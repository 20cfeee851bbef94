//! The sheet: symbols and the stage blocks, left to right along the signal — sensor, series
//! path, amplifier stage, converter input — then the fallback area; the filter and drive
//! rows between the amplifier stage and the converter are in `rows`. Texts are queued here
//! and placed afterwards (see `annotate`), once every stroke is down.

use super::plan::{has, Leg, Plan, Rail, Step};
use super::{value_text, well_formed, SchematicConfig};
use crate::circuit::{Circuit, PartKind, StageRole, GND};
use crate::draw::svg::{text_width, Anchor, BoxRect, Pen, Segment, Svg};
use crate::solve::{DcSolution, Solver};
use crate::units::{format, Quantity};

pub(super) type Pt = (f64, f64);

pub(super) const X0: f64 = 20.0;
/// The signal line (the amplifier's upper input).
pub(super) const Y0: f64 = 220.0;
pub(super) const SENSOR_W: f64 = 150.0;
/// Free run of the sensor line, where TP1 goes.
pub(super) const TP_GAP: f64 = 80.0;
/// Length of a part on the signal line, and of a part in a leg.
pub(super) const HSPAN: f64 = 90.0;
pub(super) const SPAN: f64 = 80.0;
/// Spacing of leg columns (a part and its label).
pub(super) const PITCH: f64 = 95.0;
/// How far below the signal line a reference bus sits.
pub(super) const REF_DROP: f64 = 150.0;
/// Run of the output line to the converter, where TP and DC labels go.
pub(super) const OUT_RUN: f64 = 170.0;
/// Clearance kept round every text: from strokes and symbols, from other texts, and (where
/// possible) from wiring of other nets.
pub(super) const PAD: f64 = 2.0;
pub(super) const TEXT_GAP: f64 = 6.0;
pub(super) const ROOM: f64 = 10.0;
pub(super) const INK: &str = "#000000";
pub(super) const GREY: &str = "#777777";
pub(super) const BLUE: &str = "#1f4e9c";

□ □ □

[Assignment] From the line holding "pub(super) const TEXT_GAP: f64 = 6.0;" down to the last line of the records above, restate each line exactly as written.

[Result]
pub(super) const TEXT_GAP: f64 = 6.0;
pub(super) const ROOM: f64 = 10.0;
pub(super) const INK: &str = "#000000";
pub(super) const GREY: &str = "#777777";
pub(super) const BLUE: &str = "#1f4e9c";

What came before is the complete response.